Computes the orientation and position (and optionally the uniform scale factor) for the transformation between two corresponding 3D point sets Ai and Bi such as they are related by:

    Bi = sR*Ai+T

Implementation is based on the paper by Berthold K.P. Horn:
"Closed-from solution of absolute orientation using unit quaternions"
The paper can be downloaded here:
http://people.csail.mit.edu/bkph/papers/Absolute_Orientation.pdf

Authors:
Dr. Christian Wengert, Dr.

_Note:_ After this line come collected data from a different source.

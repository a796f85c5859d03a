import { search } from '@hidewright/contract';
import { queryOptions } from '@tanstack/react-query';
import { call } from '../lib/api.ts';

export function searchQuery(q: string) {
  return queryOptions({
    queryKey: ['search', q],
    queryFn: ({ signal }) => call(search, { query: { q }, signal }),
    enabled: q !== '',
  });
}
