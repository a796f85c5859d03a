import type { MiddlewareFunction } from 'react-router-dom';
import { redirect } from 'react-router-dom';
import { sessionQuery } from '../features/session/session.queries.ts';
import { queryClient } from '../lib/query-client.ts';
import { roomAt } from './rooms.ts';

/** Before anything of a room is read: is somebody signed in, and does this room open for them? */
export const guardRooms: MiddlewareFunction = async ({ request }) => {
  const session = await queryClient.ensureQueryData(sessionQuery());
  if (session.firstRun) throw redirect('/open-shop');
  const { pathname, search } = new URL(request.url);
  if (!session.person) {
    const wanted = pathname === '/' ? '' : `?to=${encodeURIComponent(pathname + search)}`;
    throw redirect(`/sign-in${wanted}`);
  }
  const room = roomAt(pathname);
  if (room && !room.roles.includes(session.person.role)) {
    throw new Response(`${room.word} is not open to the ${session.person.role}.`, { status: 403 });
  }
};

/** Where to go after signing in: only ever a place within this program. */
export function placeAfterSignIn(search: URLSearchParams): string {
  const wanted = search.get('to') ?? '';
  return /^\/(?![/\\])/.test(wanted) ? wanted : '/today';
}
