test('the maker has no business in the books', async () => {
  const { invoice } = await issued();
  const maker = shop.as('maker');
  for (const path of [
    'invoices',
    `invoices/${invoice.id}`,
    `invoices/${invoice.id}/paper`,
    'orders-to-invoice',
    'payments',
    'owed',
    'tax-rates',
    'periods',
    'sales-sheets?from=2026-12-01&to=2026-12-01',
    'sales-sheets/file?from=2026-12-01&to=2026-12-01',
  ]) {
    await maker.get(`/api/${path}`).expect(403);
    await shop.nobody().get(`/api/${path}`).expect(401);
  }
  for (const path of [
    'invoices',
    `invoices/${invoice.id}/issue`,
    `invoices/${invoice.id}/payments`,
    'tax-rates',
    'periods',
  ]) {
    await maker.post(`/api/${path}`).send({}).expect(403);
  }
  await maker.delete(`/api/invoices/${invoice.id}`).expect(403);
  await shop.as('owner').get(`/api/invoices/${invoice.id}`).expect(200);
});
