/* SPDX-License-Identifier: GPL-3.0-or-later
 * SPDX-FileCopyrightText: The Tiltfield developers
 */

/* Prints, for every file named, where its pixels lie, as CSV, for frame.py to compare with other
 * people's libraries.
 * Headers as text end in .header or .hdr; celestial ones of the WCS papers are read as if they
 * were of the Sun. */

#include <glib.h>
#include <math.h>
#include <stdio.h>
#include <string.h>

#include "tf-frame.h"

enum
{
  ACROSS = 9
};

/* RA/DEC to helioprojective or Carrington words, so that the same projections are read; oblique
 * maps, which are refused,
 * are made straight. */
static void
of_the_sun (TfHeader *header)
{
  const char *type = tf_header_get (header, "CTYPE1");
  if (type == NULL || !g_str_has_prefix (type, "RA---"))
    return;
  gboolean map = g_str_has_suffix (type, "CEA") || g_str_has_suffix (type, "CAR");
  g_autofree char *lon = g_strconcat (map ? "CRLN-" : "HPLN-", type + 5, NULL);
  g_autofree char *lat = g_strconcat (map ? "CRLT-" : "HPLT-", type + 5, NULL);
  tf_header_set (header, "CTYPE1", lon);
  tf_header_set (header, "CTYPE2", lat);
  if (map)
    {
      tf_header_set_number (header, "CRVAL2", 0);
      tf_header_remove (header, "LONPOLE");
      tf_header_remove (header, "LATPOLE");
    }
  tf_header_set (header, "CUNIT1", "deg");
  tf_header_set (header, "CUNIT2", "deg");
  tf_header_set (header, "DATE-AVG", "2013-10-12T06:00:00");
}

static TfFrameInfo *
read_text (const char *path)
{
  g_autofree char *text = NULL;
  gsize n = 0;
  if (!g_file_get_contents (path, &text, &n, NULL))
    return NULL;
  g_autoptr (TfHeader) header = tf_header_read (text, (gssize)n);
  of_the_sun (header);
  return tf_frame_info_read (header, (guint)tf_header_int (header, "NAXIS1", 0),
                             (guint)tf_header_int (header, "NAXIS2", 0));
}

static void
print (const char *name, const TfFrameInfo *info)
{
  const TfGeometry *g = &info->geometry;
  if (g->projection == TF_PROJECTION_NONE)
    return;
  for (int k = 0; k < ACROSS * ACROSS; k++)
    {
      double x = 1 + (g->width - 1.0) * (k % ACROSS) / (ACROSS - 1.0),
             y = 1 + (g->height - 1.0) * (k / ACROSS) / (ACROSS - 1.0);
      double tx = NAN, ty = NAN;
      TfPlace p;
      if (!tf_geometry_is_map (g))
        tf_geometry_pixel_to_projective (g, x, y, &tx, &ty);
      tf_geometry_pixel_to_sun (g, x, y, &p);
      printf ("%s,%.17g,%.17g,%.17g,%.17g,%.17g,%.17g,%.17g,%.17g\n", name, x, y, tx, ty,
              p.stonyhurst_lon_deg, p.carrington_lon_deg, p.lat_deg, p.mu);
    }
}

int
main (int argc, char **argv)
{
  puts ("name,x,y,tx,ty,stonyhurst,carrington,lat,mu");
  for (int k = 1; k < argc; k++)
    {
      gboolean text = g_str_has_suffix (argv[k], ".header") || g_str_has_suffix (argv[k], ".hdr");
      g_autoptr (TfFrameInfo) info
          = text ? read_text (argv[k]) : tf_frame_look (argv[k], NULL, NULL, NULL);
      g_autofree char *name = g_path_get_basename (argv[k]);
      if (info != NULL)
        print (name, info);
    }
  return 0;
}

Gerald Bianchi

Copyright:
ETH Zurich, Computer Vision Laboratory, Switzerland

Parameters:
A 3xN matrix representing the N 3D points
B 3xN matrix representing the N 3D points
doScale Flag indicating whether to estimate the uniform scale factor as well [default=0]

Return:
s The scale factor
R The 3x3 rotation matrix
T The 3x1 translation vector
err Residual error (optional)

Notes: Minimum 3D point number is N > 4

The residual error is being computed as the sum of the residuals:

for i=1:Npts
   d = (B(:,i) - (s*R*A(:,i) + T));
   err = err + norm(d);
 end

Example:

s=0.7;
R = [0.36 0.48 -0.8 ; -0.8 0.6 0 ; 0.48 0.64 0.6];
T= [45 -78 98]';
X = [ 0.272132 0.538001 0.755920 0.582317;
        0.728957 0.089360 0.507490 0.100513;
        0.578818 0.779569 0.136677 0.785203];
Y = s*R*X+repmat(T,1,4);

%Compute
[s2 R2 T2 error] = absoluteOrientationQuaternion( X, Y, 1);

error = 0;

%Add noise
Noise = [
-0.23 -0.01 0.03 -0.06;
0.07 -0.09 -0.037 -0.08;
0.009 0.09 -0.056 0.012];

Y = Y+Noise;
%Compute
[s2 R2 T2 error] = absoluteOrientationQuaternion( X, Y, 1);

error = 0.33

Acknowledgements
This submission has inspired the following:
Absolute Orientation - Horn's method
MATLAB release MATLAB 6.5 (R13)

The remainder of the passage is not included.